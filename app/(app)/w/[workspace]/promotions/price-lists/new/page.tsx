import type { Metadata } from 'next';
import Link from 'next/link';
import { requireRole } from '@/lib/server/http/page-guard';
import { PageTitle } from '@/components/ui/page-title';
import { PRICE_LIST_MAX_ROWS } from '@/lib/schemas/price-list.schema';
import { UploadForm } from './_components/upload-form';

export const metadata: Metadata = { title: 'Upload price list' };

export default async function NewPriceListPage({ params }: { params: Promise<{ workspace: string }> }) {
  const { workspace } = await params;
  const ctx = await requireRole(workspace, 'analyst');
  return (
    <>
      <PageTitle title="Upload a price list" />
      <div className="mb-6 max-w-prose space-y-2 text-sm text-muted">
        <p>
          A CSV file whose first row is the header <code className="num text-ink">sku,name,regular_price,unit_cost,category</code>.
          SKU, name and regular price are required; unit cost (for the margin columns) and category may be empty or left out.
          Prices are plain numbers such as <span className="num">12.99</span>. Up to {PRICE_LIST_MAX_ROWS.toLocaleString('en-GB')} items and 8 MB per file.
        </p>
        <p>Nothing is stored until every row is valid. <Link href={`/w/${ctx.workspace.slug}/promotions`}>Back to promotions</Link></p>
      </div>
      <UploadForm slug={ctx.workspace.slug} />
    </>
  );
}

◇ ◇ ◇ ◇

DESCRIPTION OF THE TASK - Output every record above exactly as it was given.

EXERCISE RESULT -
filename app/(app)/w/[workspace]/promotions/price-lists/new/page.tsx
import type { Metadata } from 'next';
import Link from 'next/link';
import { requireRole } from '@/lib/server/http/page-guard';
import { PageTitle } from '@/components/ui/page-title';
import { PRICE_LIST_MAX_ROWS } from '@/lib/schemas/price-list.schema';
import { UploadForm } from './_components/upload-form';

export const metadata: Metadata = { title: 'Upload price list' };

export default async function NewPriceListPage({ params }: { params: Promise<{ workspace: string }> }) {
  const { workspace } = await params;
  const ctx = await requireRole(workspace, 'analyst');
  return (
    <>
      <PageTitle title="Upload a price list" />
      <div className="mb-6 max-w-prose space-y-2 text-sm text-muted">
        <p>
          A CSV file whose first row is the header <code className="num text-ink">sku,name,regular_price,unit_cost,category</code>.
          SKU, name and regular price are required; unit cost (for the margin columns) and category may be empty or left out.
          Prices are plain numbers such as <span className="num">12.99</span>. Up to {PRICE_LIST_MAX_ROWS.toLocaleString('en-GB')} items and 8 MB per file.
        </p>
        <p>Nothing is stored until every row is valid. <Link href={`/w/${ctx.workspace.slug}/promotions`}>Back to promotions</Link></p>
      </div>
      <UploadForm slug={ctx.workspace.slug} />
    </>
  );
}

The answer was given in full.